Extracted data entries

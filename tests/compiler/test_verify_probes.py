"""Probe families: where they lie, how many there are, and that a seed fixes them."""

from __future__ import annotations

import numpy as np
import pytest

from nodecast.compiler import domain_points
from nodecast.compiler.errors import NodecastError
from nodecast.compiler.ir import Network
from nodecast.compiler.verify import probes


def _net(n_features: int, low=None, high=None) -> Network:
    rng = np.random.default_rng(n_features)
    low = np.arange(n_features, dtype=float) - 3.0 if low is None else np.asarray(low, float)
    high = low + 2.0 + np.arange(n_features) if high is None else np.asarray(high, float)
    span = np.where(high > low, high - low, 1.0)
    return Network(
        hidden_weights=rng.normal(size=(6, n_features)), hidden_biases=rng.normal(size=6),
        activation="logistic", output_weights=rng.normal(size=(6, 1)), output_bias=[0.1],
        input_offset=low, input_scale=span, output_offset=[0.0], output_scale=[1.0],
        domain_low=low, domain_high=high, feature_names=[f"x{i}" for i in range(n_features)],
        target_names=["y"])


def _inside(net, X):
    return np.all((X >= net.domain_low) & (X <= net.domain_high), axis=1)


def test_sobol_family_is_scipys_scrambled_sequence_on_the_box():
    from scipy.stats import qmc  # SciPy's Sobol generator is the reference for the family

    net = _net(3)
    X = probes.sobol(net, 1000, seed=7)
    unit = qmc.Sobol(d=3, scramble=True, seed=7).random_base2(10)[:1000]
    assert X.shape == (1000, 3)
    np.testing.assert_allclose(X, net.domain_low + unit * (net.domain_high - net.domain_low))
    assert _inside(net, X).all()
    # quasi-random points cover the box evenly: discrepancy far below a random sample's (SciPy)
    random_unit = np.random.default_rng(7).random((1000, 3))
    assert qmc.discrepancy(unit) < 0.5 * qmc.discrepancy(random_unit)


def test_all_corners_up_to_ten_features_and_a_sample_beyond():
    four = probes.corners(_net(4), seed=0)
    assert four.shape == (16, 4) and len({tuple(row) for row in four}) == 16
    net10 = _net(10)
    assert len({tuple(row) for row in probes.corners(net10, 0)}) == 2**10
    net12 = _net(12)
    sample = probes.corners(net12, seed=3)
    assert sample.shape == (domain_points.MAX_CORNERS, 12)
    on_a_bound = (sample == net12.domain_low) | (sample == net12.domain_high)
    assert on_a_bound.all()
    assert not np.array_equal(sample, probes.corners(net12, seed=4))


def test_near_bounds_rows_sit_on_and_just_inside_each_bound():
    net = _net(3)
    X = probes.near_bounds(net, seed=0)
    assert X.shape == (4 * 3, 3) and _inside(net, X).all()
    span = net.domain_high - net.domain_low
    for i in range(3):
        low_rows, high_rows = X[4 * i : 4 * i + 2, i], X[4 * i + 2 : 4 * i + 4, i]
        steps = [0.0, probes.INSIDE_STEP * span[i]]
        np.testing.assert_allclose(low_rows - net.domain_low[i], steps, atol=1e-12)
        np.testing.assert_allclose(net.domain_high[i] - high_rows, steps, atol=1e-12)


def test_outside_rows_are_all_outside_including_far_ones():
    net = _net(3)
    X = probes.outside(net, seed=0)
    assert X.shape == (4 * 3 + 2, 3)
    assert not _inside(net, X).any()
    span = net.domain_high - net.domain_low
    assert np.max((X - net.domain_high) / span) >= 10.0 - 1e-12  # 10 spans beyond, overflow check


def test_families_are_seeded_and_the_data_is_split_by_the_domain():
    net = _net(2, low=[0.0, 0.0], high=[1.0, 1.0])
    data = np.array([[0.5, 0.5], [1.5, 0.2], [0.0, 1.0]])
    first = probes.probe_families(net, data, count=64, seed=5)
    again = probes.probe_families(net, data, count=64, seed=5)
    other = probes.probe_families(net, data, count=64, seed=6)
    names = [f.name for f in first]
    assert names == ["data", "data-outside", "sobol", "corners", "near-bounds", "outside"]
    assert all(np.array_equal(a.X, b.X) for a, b in zip(first, again, strict=True))
    assert not np.array_equal(first[2].X, other[2].X)
    assert first[0].X.tolist() == [[0.5, 0.5], [0.0, 1.0]] and first[1].X.tolist() == [[1.5, 0.2]]
    assert [f.inside_domain for f in first] == [True, False, True, True, True, False]


def test_zero_width_feature_still_gives_outside_probes():
    net = _net(2, low=[0.0, 5.0], high=[1.0, 5.0])
    assert not _inside(net, probes.outside(net, 0)).any()
    assert _inside(net, probes.sobol(net, 16, 0)).all()


@pytest.mark.parametrize("data, needle", [
    (np.array([[0.1, np.nan]]), "row 1"),
    (np.array([[0.1, 0.2, 0.3]]), "2 columns"),
])
def test_bad_probe_data_is_a_clear_error(data, needle):
    with pytest.raises(NodecastError, match=needle):
        probes.probe_families(_net(2), data)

→ Task to carry out:
Would you give the entries back word for word?

→ Exercise answer:
filename tests/compiler/test_verify_probes.py
"""Probe families: where they lie, how many there are, and that a seed fixes them."""

from __future__ import annotations

import numpy as np
import pytest

from nodecast.compiler import domain_points
from nodecast.compiler.errors import NodecastError
from nodecast.compiler.ir import Network
from nodecast.compiler.verify import probes


def _net(n_features: int, low=None, high=None) -> Network:
    rng = np.random.default_rng(n_features)
    low = np.arange(n_features, dtype=float) - 3.0 if low is None else np.asarray(low, float)
    high = low + 2.0 + np.arange(n_features) if high is None else np.asarray(high, float)
    span = np.where(high > low, high - low, 1.0)
    return Network(
        hidden_weights=rng.normal(size=(6, n_features)), hidden_biases=rng.normal(size=6),
        activation="logistic", output_weights=rng.normal(size=(6, 1)), output_bias=[0.1],
        input_offset=low, input_scale=span, output_offset=[0.0], output_scale=[1.0],
        domain_low=low, domain_high=high, feature_names=[f"x{i}" for i in range(n_features)],
        target_names=["y"])


def _inside(net, X):
    return np.all((X >= net.domain_low) & (X <= net.domain_high), axis=1)


def test_sobol_family_is_scipys_scrambled_sequence_on_the_box():
    from scipy.stats import qmc  # SciPy's Sobol generator is the reference for the family

    net = _net(3)
    X = probes.sobol(net, 1000, seed=7)
    unit = qmc.Sobol(d=3, scramble=True, seed=7).random_base2(10)[:1000]
    assert X.shape == (1000, 3)
    np.testing.assert_allclose(X, net.domain_low + unit * (net.domain_high - net.domain_low))
    assert _inside(net, X).all()
    # quasi-random points cover the box evenly: discrepancy far below a random sample's (SciPy)
    random_unit = np.random.default_rng(7).random((1000, 3))
    assert qmc.discrepancy(unit) < 0.5 * qmc.discrepancy(random_unit)


def test_all_corners_up_to_ten_features_and_a_sample_beyond():
    four = probes.corners(_net(4), seed=0)
    assert four.shape == (16, 4) and len({tuple(row) for row in four}) == 16
    net10 = _net(10)
    assert len({tuple(row) for row in probes.corners(net10, 0)}) == 2**10
    net12 = _net(12)
    sample = probes.corners(net12, seed=3)
    assert sample.shape == (domain_points.MAX_CORNERS, 12)
    on_a_bound = (sample == net12.domain_low) | (sample == net12.domain_high)
    assert on_a_bound.all()
    assert not np.array_equal(sample, probes.corners(net12, seed=4))


def test_near_bounds_rows_sit_on_and_just_inside_each_bound():
    net = _net(3)
    X = probes.near_bounds(net, seed=0)
    assert X.shape == (4 * 3, 3) and _inside(net, X).all()
    span = net.domain_high - net.domain_low
    for i in range(3):
        low_rows, high_rows = X[4 * i : 4 * i + 2, i], X[4 * i + 2 : 4 * i + 4, i]
        steps = [0.0, probes.INSIDE_STEP * span[i]]
        np.testing.assert_allclose(low_rows - net.domain_low[i], steps, atol=1e-12)
        np.testing.assert_allclose(net.domain_high[i] - high_rows, steps, atol=1e-12)


def test_outside_rows_are_all_outside_including_far_ones():
    net = _net(3)
    X = probes.outside(net, seed=0)
    assert X.shape == (4 * 3 + 2, 3)
    assert not _inside(net, X).any()
    span = net.domain_high - net.domain_low
    assert np.max((X - net.domain_high) / span) >= 10.0 - 1e-12  # 10 spans beyond, overflow check


def test_families_are_seeded_and_the_data_is_split_by_the_domain():
    net = _net(2, low=[0.0, 0.0], high=[1.0, 1.0])
    data = np.array([[0.5, 0.5], [1.5, 0.2], [0.0, 1.0]])
    first = probes.probe_families(net, data, count=64, seed=5)
    again = probes.probe_families(net, data, count=64, seed=5)
    other = probes.probe_families(net, data, count=64, seed=6)
    names = [f.name for f in first]
    assert names == ["data", "data-outside", "sobol", "corners", "near-bounds", "outside"]
    assert all(np.array_equal(a.X, b.X) for a, b in zip(first, again, strict=True))
    assert not np.array_equal(first[2].X, other[2].X)
    assert first[0].X.tolist() == [[0.5, 0.5], [0.0, 1.0]] and first[1].X.tolist() == [[1.5, 0.2]]
    assert [f.inside_domain for f in first] == [True, False, True, True, True, False]


def test_zero_width_feature_still_gives_outside_probes():
    net = _net(2, low=[0.0, 5.0], high=[1.0, 5.0])
    assert not _inside(net, probes.outside(net, 0)).any()
    assert _inside(net, probes.sobol(net, 16, 0)).all()


@pytest.mark.parametrize("data, needle", [
    (np.array([[0.1, np.nan]]), "row 1"),
    (np.array([[0.1, 0.2, 0.3]]), "2 columns"),
])
def test_bad_probe_data_is_a_clear_error(data, needle):
    with pytest.raises(NodecastError, match=needle):
        probes.probe_families(_net(2), data)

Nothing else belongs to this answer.